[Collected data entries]
┌──

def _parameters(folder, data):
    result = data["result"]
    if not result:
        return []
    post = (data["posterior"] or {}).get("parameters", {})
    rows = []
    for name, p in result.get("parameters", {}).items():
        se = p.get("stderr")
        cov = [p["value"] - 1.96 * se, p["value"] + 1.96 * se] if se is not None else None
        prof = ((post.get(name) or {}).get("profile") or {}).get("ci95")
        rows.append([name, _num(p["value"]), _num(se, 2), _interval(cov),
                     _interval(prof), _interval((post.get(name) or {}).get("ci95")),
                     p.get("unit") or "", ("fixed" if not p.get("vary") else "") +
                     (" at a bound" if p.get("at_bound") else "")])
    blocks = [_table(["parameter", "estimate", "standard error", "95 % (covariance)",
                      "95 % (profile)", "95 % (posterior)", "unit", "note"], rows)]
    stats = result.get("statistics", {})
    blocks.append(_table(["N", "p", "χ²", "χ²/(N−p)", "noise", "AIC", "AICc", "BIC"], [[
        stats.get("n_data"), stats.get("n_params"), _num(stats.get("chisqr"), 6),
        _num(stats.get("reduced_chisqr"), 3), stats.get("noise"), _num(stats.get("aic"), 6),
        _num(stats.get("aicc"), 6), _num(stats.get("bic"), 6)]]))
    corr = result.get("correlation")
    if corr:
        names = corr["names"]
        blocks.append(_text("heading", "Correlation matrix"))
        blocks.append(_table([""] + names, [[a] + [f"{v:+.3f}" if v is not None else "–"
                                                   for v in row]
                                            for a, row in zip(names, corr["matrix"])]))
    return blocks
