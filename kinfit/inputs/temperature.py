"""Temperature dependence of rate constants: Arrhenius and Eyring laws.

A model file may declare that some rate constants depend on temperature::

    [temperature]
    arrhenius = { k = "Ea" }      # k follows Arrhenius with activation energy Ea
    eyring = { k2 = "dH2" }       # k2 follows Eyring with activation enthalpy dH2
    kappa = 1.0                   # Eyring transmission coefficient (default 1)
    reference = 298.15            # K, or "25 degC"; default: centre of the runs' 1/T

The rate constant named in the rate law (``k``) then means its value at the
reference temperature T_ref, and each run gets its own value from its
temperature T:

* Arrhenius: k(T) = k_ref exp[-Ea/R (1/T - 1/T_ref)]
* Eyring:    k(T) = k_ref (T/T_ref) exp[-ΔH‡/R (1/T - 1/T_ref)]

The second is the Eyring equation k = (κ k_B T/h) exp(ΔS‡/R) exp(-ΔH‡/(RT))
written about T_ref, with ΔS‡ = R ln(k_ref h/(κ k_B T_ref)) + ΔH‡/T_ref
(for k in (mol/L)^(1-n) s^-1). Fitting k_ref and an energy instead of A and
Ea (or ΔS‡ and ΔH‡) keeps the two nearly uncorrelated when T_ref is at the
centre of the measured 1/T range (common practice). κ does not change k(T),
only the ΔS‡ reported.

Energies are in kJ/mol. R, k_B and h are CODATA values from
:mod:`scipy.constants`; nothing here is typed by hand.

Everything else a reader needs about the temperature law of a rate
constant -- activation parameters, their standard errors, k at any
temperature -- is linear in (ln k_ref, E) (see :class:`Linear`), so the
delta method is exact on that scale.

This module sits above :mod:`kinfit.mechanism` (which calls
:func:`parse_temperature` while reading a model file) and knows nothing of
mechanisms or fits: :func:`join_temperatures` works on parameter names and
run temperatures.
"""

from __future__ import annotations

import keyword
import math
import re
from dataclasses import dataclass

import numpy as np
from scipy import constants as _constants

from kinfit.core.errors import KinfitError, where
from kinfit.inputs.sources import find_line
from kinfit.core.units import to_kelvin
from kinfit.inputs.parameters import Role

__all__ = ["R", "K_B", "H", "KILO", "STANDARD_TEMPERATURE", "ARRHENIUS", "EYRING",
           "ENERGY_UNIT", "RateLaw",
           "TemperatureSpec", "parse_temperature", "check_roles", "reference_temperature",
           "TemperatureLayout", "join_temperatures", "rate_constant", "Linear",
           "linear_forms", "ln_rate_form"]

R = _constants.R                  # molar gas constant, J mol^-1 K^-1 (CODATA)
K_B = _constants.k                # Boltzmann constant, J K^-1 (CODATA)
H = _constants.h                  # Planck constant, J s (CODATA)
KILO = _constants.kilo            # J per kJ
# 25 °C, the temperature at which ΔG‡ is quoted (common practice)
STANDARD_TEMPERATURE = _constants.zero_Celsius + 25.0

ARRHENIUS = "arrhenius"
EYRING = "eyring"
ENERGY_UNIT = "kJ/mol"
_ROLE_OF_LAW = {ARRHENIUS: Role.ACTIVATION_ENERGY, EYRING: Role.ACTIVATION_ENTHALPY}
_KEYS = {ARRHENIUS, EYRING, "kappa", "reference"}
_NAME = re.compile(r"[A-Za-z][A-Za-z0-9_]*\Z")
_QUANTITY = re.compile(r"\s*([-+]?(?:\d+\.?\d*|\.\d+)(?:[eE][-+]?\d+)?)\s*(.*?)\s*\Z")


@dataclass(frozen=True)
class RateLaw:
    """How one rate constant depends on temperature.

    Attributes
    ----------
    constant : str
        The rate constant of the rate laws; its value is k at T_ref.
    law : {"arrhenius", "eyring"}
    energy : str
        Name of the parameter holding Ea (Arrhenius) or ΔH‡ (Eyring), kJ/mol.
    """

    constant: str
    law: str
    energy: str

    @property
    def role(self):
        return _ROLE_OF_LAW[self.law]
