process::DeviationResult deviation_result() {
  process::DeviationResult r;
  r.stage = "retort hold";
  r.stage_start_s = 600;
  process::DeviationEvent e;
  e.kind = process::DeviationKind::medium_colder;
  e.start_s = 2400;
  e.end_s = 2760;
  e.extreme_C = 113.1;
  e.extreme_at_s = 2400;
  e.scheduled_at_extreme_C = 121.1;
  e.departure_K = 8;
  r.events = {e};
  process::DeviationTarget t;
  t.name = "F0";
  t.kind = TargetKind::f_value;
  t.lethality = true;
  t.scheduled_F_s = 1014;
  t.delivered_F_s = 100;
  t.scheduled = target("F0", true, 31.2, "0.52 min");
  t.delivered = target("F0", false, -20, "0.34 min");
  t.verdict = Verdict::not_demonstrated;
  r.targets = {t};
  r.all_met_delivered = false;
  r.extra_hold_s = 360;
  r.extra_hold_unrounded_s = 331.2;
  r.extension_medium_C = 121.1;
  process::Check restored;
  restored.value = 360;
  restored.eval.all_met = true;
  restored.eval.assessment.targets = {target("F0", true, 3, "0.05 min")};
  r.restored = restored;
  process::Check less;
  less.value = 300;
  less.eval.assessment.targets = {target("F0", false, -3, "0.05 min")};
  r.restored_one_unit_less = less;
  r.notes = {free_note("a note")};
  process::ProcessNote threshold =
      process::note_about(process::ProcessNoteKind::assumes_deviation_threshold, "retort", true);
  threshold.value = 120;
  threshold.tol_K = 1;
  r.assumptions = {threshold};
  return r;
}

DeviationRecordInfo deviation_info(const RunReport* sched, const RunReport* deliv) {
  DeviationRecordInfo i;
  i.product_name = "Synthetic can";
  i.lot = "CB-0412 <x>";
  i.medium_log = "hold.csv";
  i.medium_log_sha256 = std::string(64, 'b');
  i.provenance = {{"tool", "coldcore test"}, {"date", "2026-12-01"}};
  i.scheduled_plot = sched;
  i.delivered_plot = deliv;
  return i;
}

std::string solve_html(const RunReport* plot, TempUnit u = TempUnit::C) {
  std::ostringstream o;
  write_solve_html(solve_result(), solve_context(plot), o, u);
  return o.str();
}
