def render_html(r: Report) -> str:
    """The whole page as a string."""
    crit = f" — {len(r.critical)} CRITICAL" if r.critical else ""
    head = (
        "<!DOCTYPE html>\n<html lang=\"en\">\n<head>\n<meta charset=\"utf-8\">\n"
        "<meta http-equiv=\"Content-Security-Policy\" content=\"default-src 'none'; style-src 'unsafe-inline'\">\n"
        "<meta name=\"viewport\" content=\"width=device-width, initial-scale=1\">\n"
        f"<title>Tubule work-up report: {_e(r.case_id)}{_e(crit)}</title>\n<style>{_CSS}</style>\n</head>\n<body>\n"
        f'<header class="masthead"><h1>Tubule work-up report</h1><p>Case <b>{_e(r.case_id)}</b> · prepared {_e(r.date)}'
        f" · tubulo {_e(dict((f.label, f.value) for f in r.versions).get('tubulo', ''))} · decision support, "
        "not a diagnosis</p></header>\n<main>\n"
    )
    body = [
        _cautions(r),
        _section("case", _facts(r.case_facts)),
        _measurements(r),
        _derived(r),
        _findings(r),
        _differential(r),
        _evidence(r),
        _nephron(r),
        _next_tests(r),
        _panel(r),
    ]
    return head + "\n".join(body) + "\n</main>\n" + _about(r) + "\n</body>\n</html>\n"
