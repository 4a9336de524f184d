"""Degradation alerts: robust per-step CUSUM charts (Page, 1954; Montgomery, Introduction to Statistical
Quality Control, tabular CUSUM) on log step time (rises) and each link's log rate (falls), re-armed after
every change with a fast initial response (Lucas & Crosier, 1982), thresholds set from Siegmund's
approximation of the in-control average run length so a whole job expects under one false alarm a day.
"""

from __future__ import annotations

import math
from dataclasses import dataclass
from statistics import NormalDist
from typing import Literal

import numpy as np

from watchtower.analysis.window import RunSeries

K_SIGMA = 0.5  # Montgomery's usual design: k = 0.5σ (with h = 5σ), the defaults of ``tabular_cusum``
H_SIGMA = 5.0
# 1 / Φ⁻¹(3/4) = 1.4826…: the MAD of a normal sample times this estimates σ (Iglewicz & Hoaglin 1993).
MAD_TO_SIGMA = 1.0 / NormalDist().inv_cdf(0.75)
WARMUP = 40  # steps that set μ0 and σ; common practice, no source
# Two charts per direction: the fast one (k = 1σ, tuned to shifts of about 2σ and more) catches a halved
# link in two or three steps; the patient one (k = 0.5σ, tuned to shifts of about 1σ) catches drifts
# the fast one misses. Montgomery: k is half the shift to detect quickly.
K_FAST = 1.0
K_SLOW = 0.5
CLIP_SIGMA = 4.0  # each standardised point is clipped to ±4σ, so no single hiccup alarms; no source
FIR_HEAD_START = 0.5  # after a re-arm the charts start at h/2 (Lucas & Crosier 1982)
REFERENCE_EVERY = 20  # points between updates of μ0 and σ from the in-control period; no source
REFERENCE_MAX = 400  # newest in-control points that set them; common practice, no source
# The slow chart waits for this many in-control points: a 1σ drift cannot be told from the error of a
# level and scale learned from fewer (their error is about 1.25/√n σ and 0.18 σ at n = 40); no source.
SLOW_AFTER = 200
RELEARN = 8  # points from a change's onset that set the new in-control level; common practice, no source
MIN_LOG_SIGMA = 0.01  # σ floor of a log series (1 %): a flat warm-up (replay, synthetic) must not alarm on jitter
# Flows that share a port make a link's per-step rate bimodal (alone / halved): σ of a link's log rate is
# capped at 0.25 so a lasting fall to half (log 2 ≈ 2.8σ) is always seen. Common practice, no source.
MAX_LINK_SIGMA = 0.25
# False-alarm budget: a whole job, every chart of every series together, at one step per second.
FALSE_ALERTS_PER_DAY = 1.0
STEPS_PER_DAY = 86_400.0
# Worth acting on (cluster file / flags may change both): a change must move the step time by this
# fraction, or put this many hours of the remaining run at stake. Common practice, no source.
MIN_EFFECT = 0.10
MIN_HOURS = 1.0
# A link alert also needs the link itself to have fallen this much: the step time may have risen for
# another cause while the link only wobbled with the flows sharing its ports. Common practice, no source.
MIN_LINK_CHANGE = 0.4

└──

All that is needed is the exact run of lines above from the line containing "from kinfit.inputs.sources import find_line" through the line containing "H = _constants.h", both of them included.

from kinfit.inputs.sources import find_line
from kinfit.core.units import to_kelvin
from kinfit.inputs.parameters import Role

__all__ = ["R", "K_B", "H", "KILO", "STANDARD_TEMPERATURE", "ARRHENIUS", "EYRING",
           "ENERGY_UNIT", "RateLaw",
           "TemperatureSpec", "parse_temperature", "check_roles", "reference_temperature",
           "TemperatureLayout", "join_temperatures", "rate_constant", "Linear",
           "linear_forms", "ln_rate_form"]

R = _constants.R                  # molar gas constant, J mol^-1 K^-1 (CODATA)
K_B = _constants.k                # Boltzmann constant, J K^-1 (CODATA)
H = _constants.h                  # Planck constant, J s (CODATA)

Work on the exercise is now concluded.